I am trying to implement the ANNOY library in python. I have the following code, which runs fine:
from annoy import AnnoyIndex
class GeneratorAnnoy:
def __init__(self, vector_dict: dict):
self.vector_dict = vector_dict
self.vector_list = list(self.vector_dict.values())
self.vector_length = len(self.vector_list[0])
# Generate conversion tables
self.obj_id_to_index = {}
self.index_to_obj_id = {}
for index, obj_id in enumerate(list(self.vector_dict.keys())):
self.obj_id_to_index[obj_id] = index
self.index_to_obj_id[index] = obj_id
def build_forest(self):
# Init list of item vectors
self.annoy_index = AnnoyIndex(self.vector_length, 'euclidean')
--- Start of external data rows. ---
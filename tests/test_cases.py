"""Sheets in our own language with the verdicts worked by hand: every claim and every finding held against them.

A case ends in its expectation, an HTML comment:

    <!-- expect
    12 agrees
    2 given
    14:79 differs comes to 7.5625 V
    15:3 agrees coarse
    21:62 finding dimension added to
    -->

First the number of claims that simply agree and of assumptions; then, by line and column, every claim that does not simply
agree, with its verdict and words of its message (of a caution, where it agrees with one), and every finding with its kind and
words of its message. Nothing more, nothing less. The arithmetic behind a verdict stands in the sheet.
"""

from __future__ import annotations

import re
from collections import Counter
from datetime import date
from pathlib import Path

import pytest

from calccheck import Settings, check_text
from calccheck.model import Report

CASES = sorted((Path(__file__).parent / "cases").glob("*.md"))
DAY = date(2026, 12, 1)
_EXPECTATION = re.compile(r"<!-- expect\n(.*)-->\n\Z", re.DOTALL)
_PLACED = re.compile(r"(\d+:\d+) (finding [\w-]+|\w+) (.+)")
_COUNT = re.compile(r"(\d+) (agrees|given)")


def expectation(text: str) -> tuple[Counter[str], list[tuple[str, str, str]]]:
    """Numbers of claims that simply agree and of assumptions; place, verdict or kind, and words of all else."""
    found = _EXPECTATION.search(text)
    assert found, "a case ends in its expectation"
    counts: Counter[str] = Counter()
    placed = []
    for line in found[1].splitlines():
        count, item = _COUNT.fullmatch(line), _PLACED.fullmatch(line)
        if count:
            counts[count[2]] += int(count[1])
        else:
            assert item, f"not understood: {line}"
            placed.append((item[1], item[2], item[3]))
    return counts, placed


def told(report: Report) -> tuple[Counter[str], list[tuple[str, str, str]]]:
    """What the report says, in the same form, all messages and cautions whole."""
    counts: Counter[str] = Counter()
    placed = []
    for j in report.claims:
        simple = j.verdict in ("agrees", "given") and not j.cautions
        if simple:
            counts[j.verdict] += 1
        else:
            words = " · ".join([j.message, *j.cautions]) if j.verdict != "agrees" else " · ".join(j.cautions)
            placed.append((_place(report, j.claim.span.start), j.verdict, words))
    placed += [
        (_place(report, f.span.start), f"finding {f.kind}", f"{f.message} {f.suggestion}") for f in report.findings
    ]
    return counts, placed


def _place(report: Report, offset: int) -> str:
    line, column = report.reading.sheet.line_column(offset)
    return f"{line}:{column}"


def _by_place(items: list[tuple[str, str, str]]) -> list[tuple[str, str, str]]:
    return sorted(items, key=lambda item: ([int(n) for n in item[0].split(":")], item[1]))


@pytest.mark.parametrize("path", CASES, ids=lambda p: p.stem)
def test_case(path: Path) -> None:
    text = path.read_text(encoding="utf-8")
    report = check_text(path.name, text, Settings(on=DAY))
    counts, placed = told(report)
    expected_counts, expected = expectation(text)
    everything = "\n".join(f"{place} {kind} {words}" for place, kind, words in _by_place(placed))
    assert [item[:2] for item in _by_place(placed)] == [item[:2] for item in _by_place(expected)], everything
    assert counts == expected_counts, everything
    for (place, kind, words), (_, _, fragment) in zip(_by_place(placed), _by_place(expected), strict=True):
        assert fragment in words, f"{place} {kind}: {words}"


def test_there_are_cases() -> None:
    assert len(CASES) >= 15


def test_an_expectation_that_is_not_met_fails() -> None:
    """The runner itself: a claim or finding too many or too few, a wrong place and a wrong word are all seen."""
    text = "```circuit\nreference com\nVb: 12 V, a to com\nR1: 1 kΩ, a to com\n```\n`I_R1 = 12 mA`, `I_R1 = 13 mA`\n\n<!-- expect\n1 agrees\n6:17 differs comes to 12 mA\n-->\n"
    report = check_text("x.md", text)
    counts, placed = told(report)
    assert (counts, [p[:2] for p in placed]) == (expectation(text)[0], [p[:2] for p in expectation(text)[1]])
    assert "comes to 12 mA" in placed[0][2]
    for wrong in (
        text.replace("1 agrees", "2 agrees"),
        text.replace("6:17", "6:19"),
        text.replace("6:17 differs comes to 12 mA\n", ""),
    ):
        assert (counts, [p[:2] for p in placed]) != (expectation(wrong)[0], [p[:2] for p in expectation(wrong)[1]])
for i, vector in enumerate(self.vector_list):
self.annoy_index.add_item(i, vector)
# Build forest of TREE_COUNT trees
self.annoy_index.build(20)
def compute_distances(self, obj_id: int, count: int):
"""
Compute nearest neighbours given an obj_id.
:param int obj_id: the id of the object to which the distances should be computed.
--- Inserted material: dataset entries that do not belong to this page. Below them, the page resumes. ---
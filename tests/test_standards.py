"""Value codes, preferred values and prefixes, held against the standards that define them.

The tables are from memory of IEC 60062:2016 (codes), IEC 60063:2015 (series) and the SI Brochure, 9th edition, table 7
(prefixes); six values of E96 were read second hand (spot checks below). All arithmetic here is decimal and the test's own.
"""

from __future__ import annotations

from decimal import Decimal

import pytest

from calccheck import check_text

E3 = [10, 22, 47]
E6 = [10, 15, 22, 33, 47, 68]
E12 = [10, 12, 15, 18, 22, 27, 33, 39, 47, 56, 68, 82]
E24 = [10, 11, 12, 13, 15, 16, 18, 20, 22, 24, 27, 30, 33, 36, 39, 43, 47, 51, 56, 62, 68, 75, 82, 91]
EXCEPTION = {919: 920}  # E192 holds 9.20, where the formula gives 9.19


def by_formula(size: int) -> list[int]:
    """E48, E96, E192: the powers of ten in equal steps, rounded to three figures."""
    values = [int((100 * Decimal(10) ** (Decimal(i) / size)).quantize(Decimal(1))) for i in range(size)]
    return [EXCEPTION.get(value, value) for value in values]


# code letter in place of the point, and the power of ten that it stands for (k beside K and u beside µ: common practice)
RESISTOR_LETTERS = {"R": 0, "K": 3, "k": 3, "M": 6, "G": 9, "T": 12}
CAPACITOR_LETTERS = {"p": -12, "n": -9, "µ": -6, "u": -6, "m": -3, "F": 0}
PRINTED = {-15: "f", -12: "p", -9: "n", -6: "µ", -3: "m", 0: "", 3: "k", 6: "M", 9: "G", 12: "T"}


def codes(figures: str, letter: str, power: int) -> dict[str, Decimal]:
    """All codes of one value by one letter: ``4R7``, ``47R``, of two figures ``470R``; ``R47``, ``n47``, but no ``k47``."""
    made = {}
    for place in range(letter in RESISTOR_LETTERS and letter != "R", len(figures) + 1):
        made[figures[:place] + letter + figures[place:]] = Decimal(figures).scaleb(power + place - len(figures))
    if len(figures) == 2:
        made[figures + "0" + letter] = Decimal(figures).scaleb(power + 1)
    return made


def restated(values: dict[str, Decimal], unit: str) -> str:
    """A sheet in which every code is a part and the part's value is stated in plain figures."""
    parts = [f"X{i}: {code}, a to com" for i, code in enumerate(values)]
    claims = [f"X{i} = {plain(value)} {unit}" for i, value in enumerate(values.values())]
    return "\n".join(
        ["```circuit", "reference com", "Rx: 1 Ω, a to com", *parts, "```", "", "```working", *claims, "```", ""]
    )


def plain(value: Decimal) -> str:
    return f"{value:f}"


def differing(text: str) -> list[str]:
    report = check_text("codes.md", text)
    errors = [f.message for f in report.findings if f.severity == "error"]
    return errors + [f"{j.claim.text}: {j.verdict}: {j.message}" for j in report.claims if j.verdict != "agrees"]


def claims(text: str) -> int:
    return len(check_text("codes.md", text).claims)


@pytest.mark.parametrize("letter", RESISTOR_LETTERS)
@pytest.mark.parametrize("series", [E24, by_formula(96)], ids=["E24", "E96"])
def test_resistor_codes(series: list[int], letter: str) -> None:
    values = {code: value for v in series for code, value in codes(str(v), letter, RESISTOR_LETTERS[letter]).items()}
    text = restated(values, "Ω")
    assert claims(text) == len(values)
    assert differing(text) == []


@pytest.mark.parametrize("letter", CAPACITOR_LETTERS)
def test_capacitor_codes(letter: str) -> None:
    values = {code: value for v in E24 for code, value in codes(str(v), letter, CAPACITOR_LETTERS[letter]).items()}
    text = restated(values, "F")
    assert claims(text) == len(values)
    assert differing(text) == []


# examples of the standard's tables, from memory, to hold the test's own code maker
@pytest.mark.parametrize(
    ("code", "value", "unit"),
    [("R10", "0.1", "Ω"), ("R332", "0.332", "Ω"), ("3R32", "3.32", "Ω"), ("59R04", "59.04", "Ω"), ("590R4", "590.4", "Ω"),
     ("1K0", "1000", "Ω"), ("5K904", "5904", "Ω"), ("10M", "10000000", "Ω"), ("33G2", "33200000000", "Ω"),
     ("p10", "0.0000000000001", "F"), ("3p32", "0.00000000000332", "F"), ("1n0", "0.000000001", "F"),
     ("33µ2", "0.0000332", "F"), ("590µ", "0.00059", "F")],
)  # fmt: skip
def test_examples_of_the_code(code: str, value: str, unit: str) -> None:
    text = restated({code: Decimal(value)}, unit)
    assert claims(text) == 1
    assert differing(text) == []


def test_a_wrong_reading_of_a_code_is_told() -> None:
    text = restated({"4k7": Decimal(47000)}, "Ω")
    assert [j.verdict for j in check_text("codes.md", text).claims] == ["differs"]


def test_series() -> None:
    """The tables above against each other and against the spot checks of E96, so that the codes are made of right values."""
    assert (E24[::2], E24[::4], E24[::8]) == (E12, E6, E3)
    e96 = by_formula(96)
    assert [e96[i] for i in (0, 1, 10, 50, 77, 95)] == [100, 102, 127, 332, 634, 976]
    assert by_formula(48) == e96[::2]
    assert e96 == by_formula(192)[::2]


@pytest.mark.parametrize("power", PRINTED)
@pytest.mark.parametrize("unit", ["V", "A", "Ω", "S", "F", "H"])
def test_prefixes(power: int, unit: str) -> None:
    """One unit with a prefix restates as a power of ten of the plain unit, and the other way round."""
    value = f"1{PRINTED[power]}{unit}"
    text = (
        f"```circuit\nreference com\nRx: 1 Ω, a to com\nX1: {value}, a to com\n```\n\n"
        f"`X1 = 1e{power} {unit}`, `X1 = {plain(Decimal(10) ** power)} {unit}` and `X1 = 1 {PRINTED[power]}{unit}`.\n"
    )
    assert claims(text) == 3
    assert differing(text) == []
:return list indices: the indices of the nearest neighbours.
:return list distances: the distances to the nearest neighbours.
"""
index = self.obj_id_to_index[obj_id]
result = self.annoy_index.get_nns_by_item(index, count, include_distances=True)
return result
def compute_similarities(self, count: int):
similarities = {}
for obj_id in self.vector_dict.keys():
indices, distances = self.compute_distances(obj_id, count)
# Create similarities dict
# Template: dict[base_id][recommendation_id] = distance
similarities[obj_id] = {}
for i in range(count):
index = indices[i]
similarities[obj_id][self.index_to_obj_id[index]] = distances[i]
return similarities
vector_dict = {48: [0.0, 1.0], 55: [0.0, -1.0]}
count = len(vector_dict)
generator = GeneratorAnnoy(vector_dict)
generator.build_forest()
similarities = generator.compute_similarities(count)
print('similarities = ', similarities)
Result:
{48: {48: 0.0, 55: 2.0}, 55: {55: 0.0, 48: 2.0}}
However, while looking into the source code of ANNOY (https://github.com/spotify/annoy/blob/master/src/annoylib.h) i found that there are more options than just euclidean. Since I want to apply ANNOY to multi dimensional vectors (approximately 300 dimensions), I found online that angular is the better method to use. The only problem when I change it to self.annoy_index = AnnoyIndex(self.vector_length, 'angular')
is that it returns the same result, even though I expected it to return 1.57 (0.5*pi). Why is this the case and how can I fix this? While looking into the source code I also saw that results can be normalised, how can I trigger this in the code above?